Please take the lines from the one holding "files.push(summariseNavHeader(path, ev.header));" through the one holding "const w = window(eph.system);" in the data below and copy them exactly.

Dataset entries
_ _ _
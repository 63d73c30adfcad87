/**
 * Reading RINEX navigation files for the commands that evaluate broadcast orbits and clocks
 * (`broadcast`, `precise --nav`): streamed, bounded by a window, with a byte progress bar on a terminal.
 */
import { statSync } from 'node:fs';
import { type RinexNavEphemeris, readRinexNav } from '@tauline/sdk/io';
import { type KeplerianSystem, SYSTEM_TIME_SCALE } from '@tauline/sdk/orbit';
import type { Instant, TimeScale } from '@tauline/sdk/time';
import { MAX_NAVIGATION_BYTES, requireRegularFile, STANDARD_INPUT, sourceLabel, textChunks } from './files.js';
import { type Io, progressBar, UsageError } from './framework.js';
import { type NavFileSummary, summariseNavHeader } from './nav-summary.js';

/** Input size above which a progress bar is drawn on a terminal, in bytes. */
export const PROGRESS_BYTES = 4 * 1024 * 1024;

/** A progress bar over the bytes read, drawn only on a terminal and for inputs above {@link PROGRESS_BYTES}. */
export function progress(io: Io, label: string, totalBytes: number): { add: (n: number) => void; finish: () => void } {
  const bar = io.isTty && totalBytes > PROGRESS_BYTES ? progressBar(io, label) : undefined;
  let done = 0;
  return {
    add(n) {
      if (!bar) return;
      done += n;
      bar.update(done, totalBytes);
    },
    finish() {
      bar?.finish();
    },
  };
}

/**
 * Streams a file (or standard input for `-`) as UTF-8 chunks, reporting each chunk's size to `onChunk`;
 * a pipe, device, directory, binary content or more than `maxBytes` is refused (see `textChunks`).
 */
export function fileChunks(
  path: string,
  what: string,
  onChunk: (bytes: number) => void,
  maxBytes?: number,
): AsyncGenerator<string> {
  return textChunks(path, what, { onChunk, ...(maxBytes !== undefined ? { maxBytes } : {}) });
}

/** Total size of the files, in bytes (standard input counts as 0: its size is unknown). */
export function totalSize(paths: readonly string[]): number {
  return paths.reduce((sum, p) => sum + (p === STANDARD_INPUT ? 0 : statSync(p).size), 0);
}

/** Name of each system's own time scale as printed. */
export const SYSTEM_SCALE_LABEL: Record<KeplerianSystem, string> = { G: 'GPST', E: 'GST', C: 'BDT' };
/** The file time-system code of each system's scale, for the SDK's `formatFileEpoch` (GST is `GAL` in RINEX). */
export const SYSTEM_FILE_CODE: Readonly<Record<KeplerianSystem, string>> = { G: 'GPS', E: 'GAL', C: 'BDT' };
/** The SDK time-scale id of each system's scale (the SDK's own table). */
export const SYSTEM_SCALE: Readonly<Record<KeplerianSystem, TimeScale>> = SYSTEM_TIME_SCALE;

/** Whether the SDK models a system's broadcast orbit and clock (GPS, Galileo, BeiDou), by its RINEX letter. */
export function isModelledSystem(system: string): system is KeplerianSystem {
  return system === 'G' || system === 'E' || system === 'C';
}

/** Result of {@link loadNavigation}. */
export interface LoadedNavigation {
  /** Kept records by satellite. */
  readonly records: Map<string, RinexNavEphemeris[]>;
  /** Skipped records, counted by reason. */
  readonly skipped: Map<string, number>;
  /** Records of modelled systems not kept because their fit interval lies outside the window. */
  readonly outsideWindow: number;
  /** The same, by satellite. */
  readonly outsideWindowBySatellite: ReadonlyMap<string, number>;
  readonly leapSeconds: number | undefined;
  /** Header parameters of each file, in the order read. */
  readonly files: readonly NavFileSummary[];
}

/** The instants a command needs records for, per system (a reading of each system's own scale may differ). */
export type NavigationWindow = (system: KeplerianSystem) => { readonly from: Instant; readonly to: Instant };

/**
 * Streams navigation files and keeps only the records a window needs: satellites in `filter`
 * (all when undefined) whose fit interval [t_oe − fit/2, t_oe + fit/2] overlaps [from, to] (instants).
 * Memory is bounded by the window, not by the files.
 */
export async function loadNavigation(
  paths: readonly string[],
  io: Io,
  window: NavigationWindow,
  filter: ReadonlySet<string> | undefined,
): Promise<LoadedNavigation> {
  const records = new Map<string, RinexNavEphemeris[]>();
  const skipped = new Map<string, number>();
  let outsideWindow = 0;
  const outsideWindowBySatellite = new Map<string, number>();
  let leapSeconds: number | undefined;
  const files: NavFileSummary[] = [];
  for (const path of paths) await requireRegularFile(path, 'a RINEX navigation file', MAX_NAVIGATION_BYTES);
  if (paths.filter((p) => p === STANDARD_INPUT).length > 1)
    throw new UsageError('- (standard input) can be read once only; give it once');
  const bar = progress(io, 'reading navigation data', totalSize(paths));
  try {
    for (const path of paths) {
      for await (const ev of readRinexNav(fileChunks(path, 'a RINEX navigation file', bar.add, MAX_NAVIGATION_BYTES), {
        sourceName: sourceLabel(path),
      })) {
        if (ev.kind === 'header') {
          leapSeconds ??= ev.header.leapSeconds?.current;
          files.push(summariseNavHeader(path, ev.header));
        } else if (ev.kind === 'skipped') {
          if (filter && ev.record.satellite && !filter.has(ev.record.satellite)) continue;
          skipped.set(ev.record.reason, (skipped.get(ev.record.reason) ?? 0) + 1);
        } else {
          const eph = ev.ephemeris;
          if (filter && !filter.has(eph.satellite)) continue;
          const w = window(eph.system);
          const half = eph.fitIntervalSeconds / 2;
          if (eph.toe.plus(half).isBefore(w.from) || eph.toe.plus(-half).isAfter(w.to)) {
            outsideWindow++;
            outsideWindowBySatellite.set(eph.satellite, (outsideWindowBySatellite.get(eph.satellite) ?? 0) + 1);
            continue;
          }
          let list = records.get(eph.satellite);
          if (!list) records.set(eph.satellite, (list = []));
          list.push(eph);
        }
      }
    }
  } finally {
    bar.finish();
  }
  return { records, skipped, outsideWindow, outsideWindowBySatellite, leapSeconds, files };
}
_ _ _
**ANSWER SPACE**.
          files.push(summariseNavHeader(path, ev.header));
        } else if (ev.kind === 'skipped') {
          if (filter && ev.record.satellite && !filter.has(ev.record.satellite)) continue;
          skipped.set(ev.record.reason, (skipped.get(ev.record.reason) ?? 0) + 1);
        } else {
          const eph = ev.ephemeris;
          if (filter && !filter.has(eph.satellite)) continue;
          const w = window(eph.system);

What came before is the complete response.